Fu una volata drammatica, una specie di resa dei conti tra lui e, ancora una volta Darrigade. Pierino ebbe anche fortuna: riuscì miracolosamente a schivare il francese nel momento incui questi investiva a pochi metri dal traguardo il direttore di corsa che si era sporto sulla pista e che non sopravvisse all'impatto.
Pierino chiuse la carriera agonistica dopo il Giro d'Italia del 1965, il suo undicesimo consecutivo . La prima tappa al Giro l'aveva vinta nel 1956, la Milano-Alessandria arrivando al traguardo insieme a Gianni Ferlenghi, amico ed avversario da sempre, indossando anche per un paio di giorni la maglia rosa.
Al Tour de France si presentò per sei volte senza un solo ritiro e la maglia azzurra, la indossò, oltre che al Tour, in tre campionati del mondo: nel '56 a Copenaghen, nel 57 a Waregem, nel '62 a Salò.
Un giudizio su di lui lo diede il suo ultimo direttore sportivo, Luciano Pezzi: «Era una persona pratica, ma di grande generosità. Proprio per questo, ha vinto meno di quello che poteva vincere. Lo ricordo per il suo largo sorriso, non molto frequente e per quei segni di sofferenza provenienti dalla fatica di questo sport, ma anche dalla consapevolezza che la vita non ti regala niente se non meriti».
Giudizio azzeccato perché Pierino ha lasciato un vuoto incolmabile nel ciclismo italiano.

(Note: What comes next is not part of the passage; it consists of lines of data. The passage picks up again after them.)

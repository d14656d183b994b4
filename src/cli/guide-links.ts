// Links from a report into the published guide, when its address is given
// (--guide-url). Page paths end in index.html so they open on any static host
// and from a folder alike; anchors are the ones the pages carry.
import { roleAnchor } from "../view/links.ts";
import type { Role } from "../core/schemas/design.ts";
import { UsageError } from "./args.ts";

export type GuideLinks = {
  design: (id: string, role?: string) => string;
  part: (id: string) => string;
};

/** Checks the address a user gave: a web address or a relative path, nothing that runs. */
export function guideLinks(url: string | undefined): GuideLinks | undefined {
  if (url === undefined) return undefined;
  const scheme = /^([a-z][a-z0-9+.-]*):/i.exec(url)?.[1]?.toLowerCase();
  if (scheme !== undefined && scheme !== "http" && scheme !== "https") {
    throw new UsageError(`--guide-url must be an http(s) address or a relative path (got '${url}')`);
  }
  const base = url.endsWith("/") ? url : `${url}/`;
  const page = (path: string) => `${base}${path.split("/").map(encodeURIComponent).join("/")}/index.html`;
  return {
    design: (id, role) => page(`designs/${id}`) + (role === undefined ? "" : `#${roleAnchor(role as Role)}`),
    part: (id) => page(`parts/${id}`),
  };
}
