// `railsieve diff BEFORE [AFTER]`: what a change to the data does to every
// design's verdicts. Each side is a data folder, or `git:REV` for the --data
// folder as committed at REV (read with git show; nothing is checked out).
// Exit 1 when a design goes from holding to failing or a BOM part stops
// fitting, 0 otherwise, 2 on invalid input on either side.
import { resolve } from "node:path";
import type { DesignResult } from "../core/engine/result.ts";
import { InputError, type Problem } from "../core/problems.ts";
import { displayPath, loadDataSet, type DataSet } from "../node/load-data.ts";
import { loadDataRevision, RevisionError } from "../node/data-revision.ts";
import { flag, UsageError, type ParsedArgs } from "./args.ts";
import { compareDataSets, type Side } from "./diff/compare.ts";
import { renderDiffMarkdown } from "./diff/render-markdown.ts";
import { renderDiffText } from "./diff/render-text.ts";
import { guideLinks } from "./guide-links.ts";
import type { Io } from "./io.ts";

const FORMATS = ["text", "json", "markdown"] as const;
const GIT = "git:";

function loadSide(spec: string, data: string): { label: string; set: DataSet } {
  if (spec.startsWith(GIT)) {
    const rev = spec.slice(GIT.length);
    if (rev === "") throw new UsageError("git: needs a revision after it (e.g. git:main or git:HEAD~1)");
    try {
      return { label: `${spec} (${displayPath(data)})`, set: loadDataRevision(data, rev) };
    } catch (e) {
      if (e instanceof RevisionError) throw new InputError([{ file: spec, message: e.message }]);
      throw e;
    }
  }
  const dir = resolve(spec);
  return { label: displayPath(dir), set: loadDataSet(dir) };
}

function resultsOf(set: DataSet): DesignResult[] {
  return set.evaluated.flatMap((e) => (e.evaluation.ok ? [e.evaluation.result] : []));
}

export function runDiff(args: ParsedArgs, data: string, io: Io): number {
  const format = flag(args, "format") ?? "text";
  if (!(FORMATS as readonly string[]).includes(format))
    throw new UsageError(`unknown format '${format}' for diff (expected text, json or markdown)`);
  if (flag(args, "topology") !== undefined)
    throw new UsageError("diff compares each design with the topology its file names; --topology is for check");
  const [beforeSpec, afterSpec, ...extra] = args.positional;
  if (beforeSpec === undefined || extra.length > 0)
    throw new UsageError("diff needs one or two data sets: BEFORE [AFTER], each a folder or git:REV");
  const links = guideLinks(flag(args, "guide-url"));
  const before = loadSide(beforeSpec, data);
  const after =
    afterSpec === undefined ? { label: displayPath(data), set: loadDataSet(data) } : loadSide(afterSpec, data);
  const problems: Problem[] = [...before.set.problems, ...after.set.problems];
  if (problems.length > 0) throw new InputError(problems);
  const sides: [Side, Side] = [
    { label: before.label, results: resultsOf(before.set) },
    { label: after.label, results: resultsOf(after.set) },
  ];
  const report = compareDataSets(sides[0], sides[1], args.flags.has("strict"));
  if (format === "json") io.out(`${JSON.stringify(report, null, 2)}\n`);
  else if (format === "markdown") io.out(renderDiffMarkdown(report, links));
  else io.out(renderDiffText(report, io));
  return report.regressions.length > 0 ? 1 : 0;
}
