const ROLE_TERMS: readonly RoleTerm[] = [
  // The buffer's offset shifts the reading like a true offset (the sign follows the shifted signal): a
  // two-point calibration removes it. The rectifier's adds to the magnitude of both halves alike, which
  // no linear calibration of a signed reading removes.
  {
    name: "buffer-offset",
    label: "buffer offset and bias current",
    role: "buffer",
    rule: offset.id,
    removed_by: "two-point",
  },
  {
    name: "rectifier-1-offset",
    label: "rectifier stage 1 offset and bias current, through the summer's weight 2",
    role: "rectifier",
    rule: offset.id,
    stage: "stage-1",
  },
  {
    name: "rectifier-2-offset",
    label: "rectifier stage 2 (summer) offset and bias current",
    role: "rectifier",
    rule: offset.id,
    stage: "stage-2",
  },
  { name: "buffer-bandwidth", label: "buffer gain error at f max", role: "buffer", rule: bandwidth.id },
  {
    name: "rectifier-1-bandwidth",
    label: "rectifier stage 1 gain error at f max, through the summer's weight 2",
    role: "rectifier",
    rule: bandwidth.id,
    stage: "stage-1",
  },
  {
    name: "rectifier-2-bandwidth",
    label: "rectifier stage 2 (summer) gain error at f max",
    role: "rectifier",
    rule: bandwidth.id,
    stage: "stage-2",
  },
  { name: "sign-dead-band", label: "comparator dead band", role: "sign", rule: signDeadBand.id },
  { name: "rectifier-diode-leakage", label: "rectifier diode leakage", role: "rectifier-diode", rule: leakage.id },
  ...TIMING_ROLE_TERMS,
];

/** Terms that do not depend on the parts: the ADC, its reference, the divider and the source. */
export function fixedTerms(design: Design, k: number, divider: Divider | null): BudgetTerm[] {
  const peak = design.signal.peak_v;
  const terms = converterTerms(design, k, peak);
  if (divider) terms.push(...dividerTerms(design, divider));
  terms.push(...rectifierRatioTerms(design));
  return terms;
}

/**
 * The rectifier's five resistors at their tolerance, over all 32 corners (SPEC
 * §11.2): the part of the half-wave gains both halves share (a one-point gain
 * calibration removes it) and the difference between the halves (nothing
 * removes it: after a calibration on one half the other is off by all of it).
 */
export function rectifierRatioTerms(design: Design): BudgetTerm[] {
  const t = design.front_end.rectifier_tolerance ?? design.front_end.resistor_tolerance;
  const peak = design.signal.peak_v;
  const s = ratioSpread(design.front_end.rectifier_load_ohm, t);
  const head = `g+ = Rf2·(Rf1/(Ri1·Rb) − 1/Ra), g− = Rf2/Ra, 5 resistors ± ${pct(t)}, 32 corners: |g+ − 1| ≤ ${pct(s.positive)}, |g− − 1| ≤ ${pct(s.negative)}`;
  return [
    budgetTerm(
      "rectifier-ratio-common",
      "rectifier resistor ratios, common to both halves",
      s.common * peak,
      `${head}; common part |(g+ + g−)/2 − 1| ≤ ${pct(s.common)} × ${formatSI(peak, "V")} = ${formatSI(s.common * peak, "V")}`,
      "one-point",
    ),
    budgetTerm(
      "rectifier-ratio-difference",
      "rectifier resistor ratios, difference between the halves",
      s.difference * peak,
      `${head}; |g+ − g−| ≤ ${pct(s.difference)} × ${formatSI(peak, "V")} = ${formatSI(s.difference * peak, "V")}`,
      "none",
    ),
  ];
}

const ROOM_K = 273.15;

/**
 * The chain's random noise (SPEC §11.9), input-referred: each op amp's
 * voltage noise, current noise where rated and the Johnson noise of the
 * resistance its inputs see, over its own noise bandwidth (π/2)·GBW/NG, times
 * its noise gain; stage 1 at the summer's weight 2; all through k to the
 * input and combined root-sum-square at the hottest end of the range. The
 * budget takes it at coverage factor 2 (JCGM 100:2008 §6).
 */
export function chainNoise(
  design: Design,
  catalogue: Catalogue,
  k: number,
  theveninOhm: number,
  buffer: RoleResult,
  rectifier: RoleResult,
): { terms: BudgetTerm[]; figure?: NoiseFigure; unrated: string[] } {
  const kelvin = design.temperature.max_c + ROOM_K;
  const R = design.front_end.rectifier_load_ohm;
  const opAmp = (r: RoleResult): OpAmp | undefined => {
    const p = r.chosen === undefined ? undefined : catalogue.byId.get(r.chosen);
    return p?.kind === "op-amp" ? p : undefined;
  };
  const b = opAmp(buffer);
  const rect = opAmp(rectifier);
  if (!b || !rect) return { terms: [], unrated: [] };
  const unrated = [...new Set([b, rect].filter((p) => p.noise_nv_rthz === undefined).map((p) => p.id))];
  const stages = [
    { what: "buffer", part: b, ng: 1, r: theveninOhm, weight: 1 },
    { what: "stage 1", part: rect, ng: 2, r: R / 2, weight: 2 },
    { what: "stage 2", part: rect, ng: 4, r: R / 4, weight: 1 },
  ].map((x) => {
    const n = stageNoise({
      en: (x.part.noise_nv_rthz ?? 0) * 1e-9,
      in: (x.part.in_pa_rthz ?? 0) * 1e-12,
      gbw_hz: x.part.gbw_mhz * 1e6,
      noise_gain: x.ng,
      r_ohm: x.r,
      kelvin,
    });
    return { ...x, n, input_v: (n.output_rms_v * x.weight) / k };
  });
  const rms = Math.sqrt(stages.reduce((a, x) => a + x.input_v ** 2, 0));
  const atAdc = rms * k;
  const sinad = sinadDb(design.adc.bits, design.adc.reference_v, atAdc);
  const parts = stages
    .map(
      (x) =>
        `${x.what} ${formatSI(x.n.density, "V")}/√Hz × NG ${x.ng} × √(π/2 · ${formatSI(x.n.fc_hz, "Hz")})${x.weight === 1 ? "" : ` × ${x.weight}`} ÷ ${ratio(k)} = ${formatSI(x.input_v, "V")}`,
    )
    .join("; ");
  return {
    terms: [
      budgetTerm(
        "noise",
        "random noise, coverage factor 2",
        2 * rms,
        `√(en² + (in·R)² + 4kTR) at ${Number(kelvin.toFixed(2))} K per stage: ${parts}; RSS ${formatSI(rms, "V")} rms × 2 = ${formatSI(2 * rms, "V")}`,
        "none",
      ),
    ],
    figure: { rms_v: rms, sinad_db: sinad, enob: enobOf(sinad), unrated },
    unrated,
  };
}

/** The divider's ratio over its resistors' tolerance, and over the source's when the design gives one (SPEC §11.1). */
export function dividerTerms(design: Design, d: Divider): BudgetTerm[] {
  const peak = design.signal.peak_v;
  const t = design.front_end.resistor_tolerance;
  const dev = loadedRatioDeviation(d, t);
  const worst = Math.max(Math.abs(dev.high), Math.abs(dev.low));
  const kText = `k = ${si(d.bottom_ohm, "Ω")} / (${si(d.source_ohm, "Ω")} + ${si(d.top_ohm, "Ω")} + ${si(d.bottom_ohm, "Ω")}) = ${ratio(d.ratio)}`;
  const terms: BudgetTerm[] = [
    budgetTerm(
      "divider-ratio",
      "divider ratio, worst case of both tolerances",
      worst * peak,
      `${kText}; R1, R2 ± ${pct(t)} at the worst corners: k changes by +${pct(dev.high)} / −${pct(-dev.low)}; ${pct(worst)} × ${formatSI(peak, "V")} = ${formatSI(worst * peak, "V")}`,
      "one-point",
    ),
  ];
  const ts = design.signal.source_tolerance;
  const rs = design.signal.source_ohm;
  if (ts !== undefined && rs > 0) {
    const sdev = sourceRatioDeviation(d, ts, rs);
    const sworst = Math.max(Math.abs(sdev.high), Math.abs(sdev.low));
    terms.push(
      budgetTerm(
        "source-resistance",
        "source resistance tolerance, through the divider",
        sworst * peak,
        `${kText}; the source's ${si(rs, "Ω")} ± ${pct(ts)}: k changes by +${pct(sdev.high)} / −${pct(-sdev.low)}; ${pct(sworst)} × ${formatSI(peak, "V")} = ${formatSI(sworst * peak, "V")}`,
        "one-point",
      ),
    );
  }
  return terms;
}

const pct = (x: number) => `${Number((x * 100).toPrecision(4))} %`;

export function conversion(design: Design, k: number): Conversion {
  const perCode = design.adc.reference_v / 2 ** design.adc.bits / k;
  const positiveIsHigh = design.logic.level_shift !== "npn-inverter";
  return {
    volts_per_code: perCode,
    offset_v: 0,
    formula: `reading = sign × (code + 0.5) × ${perCode.toPrecision(6)} V`,
    sign: positiveIsHigh
      ? "sign = +1 when the sign input reads high, −1 when it reads low"
      : "sign = +1 when the sign input reads low (the NPN inverts), −1 when it reads high",
  };
}

/** The chosen total beside the one asked for, and how far apart they are. */
function totalAgainstAsk(got: number, asked: number): string {
  const times = got / asked;
  if (Math.abs(times - 1) < 0.005) return `${si(got, "Ω")}, as asked`;
  return `${si(got, "Ω")}, asked ${si(asked, "Ω")} (${Number(times.toPrecision(2))} × the ask)`;
}
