// Human-readable report of one evaluated design, readable at 80 columns.
import { needsCaution } from "../core/caution.ts";
import type { PartResult } from "../core/engine/evaluate-part.ts";
import { STATE_WORDS } from "../core/engine/design-verdict.ts";
import type { DesignResult, RoleResult } from "../core/engine/result.ts";
import type { Verdict } from "../core/engine/types.ts";
import { formatSI } from "../core/units.ts";
import { paint, type Io } from "./io.ts";
import { outcomeReport, simulationLine } from "./render-simulation.ts";
import { shortfalls } from "./summary.ts";
import { wrap } from "./wrap.ts";

const WIDTH = 80;
export const VERDICT_MARK: Record<Verdict, string> = { pass: "+", marginal: "~", unrated: "?", fail: "x" };

export function renderDesignText(result: DesignResult, io: Pick<Io, "color">): string {
  const c = result.comparison;
  if (!c) return renderSingle(result, io);
  return [renderComparison(result, io), ...c.results.map((r) => renderSingle(r, io))].join("\n");
}

function renderComparison(result: DesignResult, io: Pick<Io, "color">): string {
  const c = result.comparison;
  if (!c) return "";
  const out = [paint(io, "bold", wrap(`${result.design.id} — both topologies compared`, WIDTH, "  ", ""))];
  for (const row of c.rows) {
    out.push(`  ${row.topology}${row.topology === c.recommended ? "  (recommended)" : ""}`);
    out.push(
      wrap(
        `roles: ${row.roles.map((r) => `${r.role} ${r.fits} fit${r.fits === 1 ? "" : "s"}${r.chosen ? ` (${r.chosen})` : ""}`).join("; ")}`,
        WIDTH,
        "      ",
        "    ",
      ),
    );
    out.push(
      wrap(
        `budget ${row.budget_verdict} (worst case ${formatSI(row.budget_worst_case_v, "V")}, largest term ${row.dominant ?? "none"}); design ${row.state}; codes spanned ${row.codes_spanned_bits.toFixed(1)} bits; ${row.part_count} parts, cost bands ${row.cost_total}`,
        WIDTH,
        "      ",
        "    ",
      ),
    );
  }
  out.push(wrap(`recommendation: ${c.recommended}, because ${c.reason}`, WIDTH, "    ", "  "));
  return `${out.join("\n")}\n`;
}

function renderSingle(result: DesignResult, io: Pick<Io, "color">): string {
  const d = result.design;
  const out: string[] = [];
  out.push(paint(io, "bold", wrap(`${d.id} — ${d.title}`, WIDTH, "  ", "")));
  out.push(`  topology   ${result.topology}`);
  // The topology words its own derived values; the design page and the try page print the same rows.
  for (const group of result.display) {
    out.push(`  ${group.title}`);
    for (const row of group.rows) out.push(wrap(`${row.label}: ${row.value}`, WIDTH, "        ", "    "));
  }
  for (const note of result.notes) out.push(wrap(`note: ${note}`, WIDTH, "    ", "  "));
  if (needsCaution(d)) {
    out.push(
      wrap(
        "caution: voltages above extra-low-voltage limits need isolation and protection designed to local codes and licensed practice, which this guide does not assess.",
        WIDTH,
        "    ",
        "  ",
      ),
    );
  }
  out.push(...renderBudget(result));
  if (result.simulation) out.push(wrap(simulationLine(outcomeReport(result.simulation)), WIDTH, "    ", "  "));
  for (const role of result.roles) out.push("", ...renderRole(role, io));
  const problems = shortfalls(result);
  out.push("");
  if (problems.length === 0) out.push(paint(io, "pass", "  result: every role has a fit and every BOM part fits"));
  else for (const p of problems) out.push(paint(io, "fail", wrap(`result: ${p}`, WIDTH, "    ", "  ")));
  // The design's verdict (SPEC §11.11), roles, BOM and budget together, in the words of every other surface.
  const v = result.verdict;
  const why = v.reasons.filter((r) => r.kind.startsWith("budget-")).map((r) => r.text);
  const look: Verdict = v.state === "holds" ? "pass" : v.state === "marginal" ? "marginal" : "fail";
  out.push(
    paint(
      io,
      look,
      wrap(`design: ${STATE_WORDS[v.state]}${why.length > 0 ? `: ${why.join("; ")}` : ""}`, WIDTH, "    ", "  "),
    ),
  );
  return `${out.join("\n")}\n`;
}

/** The budget table's label column: label, value (9) and the largest-term mark fit 80 columns. */
const LABEL_WIDTH = 54;

/** One budget row; a long label wraps onto indented lines rather than being cut (the cut part often names the part). */
function budgetRow(label: string, v: number, mark = ""): string[] {
  const lines = wrap(label, 4 + LABEL_WIDTH, "      ", "    ").split("\n");
  const last = lines.pop() ?? "";
  return [...lines, `${last.padEnd(4 + LABEL_WIDTH)} ${formatSI(v, "V").padStart(9)}${mark}`];
}

function renderBudget(result: DesignResult): string[] {
  const b = result.budget;
  const out = ["", `  accuracy budget (input-referred; required ${formatSI(b.required_v, "V")})`];
  for (const t of b.terms) out.push(...budgetRow(t.label, t.v, t.name === b.dominant ? " <- largest" : ""));
  out.push(...budgetRow("worst case (sum)", b.worst_case_v));
  out.push(...budgetRow("root-sum-square (JCGM 100:2008)", b.rss_v));
  out.push(
    wrap(
      `verdict: ${b.verdict}; after a one-point gain calibration: ${b.calibrated.verdict} (worst case ${formatSI(b.calibrated.worst_case_v, "V")})`,
      WIDTH,
      "      ",
      "    ",
    ),
  );
  if (b.missing.length > 0) out.push(`    incomplete: no part for ${b.missing.join(", ")}, so its errors are unknown`);
  if (b.noise) {
    out.push(
      `    noise ${formatSI(b.noise.rms_v, "V")} rms at the input; SINAD ${b.noise.sinad_db.toFixed(2)} dB, ENOB ${b.noise.enob.toFixed(2)} bits (IEEE 1241)`,
    );
  }
  out.push(`    codes spanned by the signal: ${b.codes_spanned_bits.toFixed(2)} bits`);
  const c = result.conversion;
  out.push(
    "",
    "  firmware conversion",
    wrap(c.formula, WIDTH, "      ", "    "),
    wrap(c.sign, WIDTH, "      ", "    "),
  );
  return out;
}

function renderRole(role: RoleResult, io: Pick<Io, "color">): string[] {
  const lines: string[] = [
    wrap(`${paint(io, "bold", role.role)} — ${role.label}`, WIDTH + (io.color ? 8 : 0), "      ", "  "),
  ];
  lines.push(`    fits (${role.fits.length}):${role.fits.length === 0 ? " none" : ""}`);
  role.fits.forEach((p, i) => lines.push(...renderPart(p, `${i + 1}.`, io)));
  lines.push(`    rejected (${role.rejected.length}):${role.rejected.length === 0 ? " none" : ""}`);
  for (const p of role.rejected) lines.push(...renderPart(p, "-", io));
  return lines;
}

function renderPart(p: PartResult, bullet: string, io: Pick<Io, "color">): string[] {
  const marks = [
    p.part.status,
    p.part.cost_band !== undefined ? `cost ${p.part.cost_band}` : "cost ?",
    ...(p.bom ? ["BOM"] : []),
  ];
  const verdict = paint(io, p.verdict, `${VERDICT_MARK[p.verdict]} ${p.verdict}`);
  const lines = [`    ${bullet} ${verdict}  ${p.part.id}  [${marks.join(", ")}]`];
  for (const f of p.findings) {
    if (f.verdict === "pass") continue;
    lines.push(wrap(`${VERDICT_MARK[f.verdict]} ${f.rule}: ${f.reason}`, WIDTH, "          ", "        "));
  }
  return lines;
}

La sua figura di lottatore indomito, la immensa generosità in gara e nella vita, quella capacità di interpretare il ciclismo nel modo più corretto, la passione per addestrare i giovani sopravvenuta dopo il ritiro dalle corse, lo avevano reso una delle persone più amate nel mondo delle due ruote e il suo esempio, seguito dal figlio Adriano e poi anche dai nipoti Stefano e Piero resta un momento fondamentale nella storia del ciclismo cremonese.
Quando chiuse la carriera, agonistica, nel 1955, a 35 anni, poteva vantare un curriculum ricco di ben 64 vittorie, 23 delle quali in tappe delle grandi corse: niente male, a dire il vero, per un corridore che, soprattutto nelle corse a tappe e in Nazionale, aveva sempre avuto compiti di gregariato, anche se, ogni tanto, con licenza di provare a vincere.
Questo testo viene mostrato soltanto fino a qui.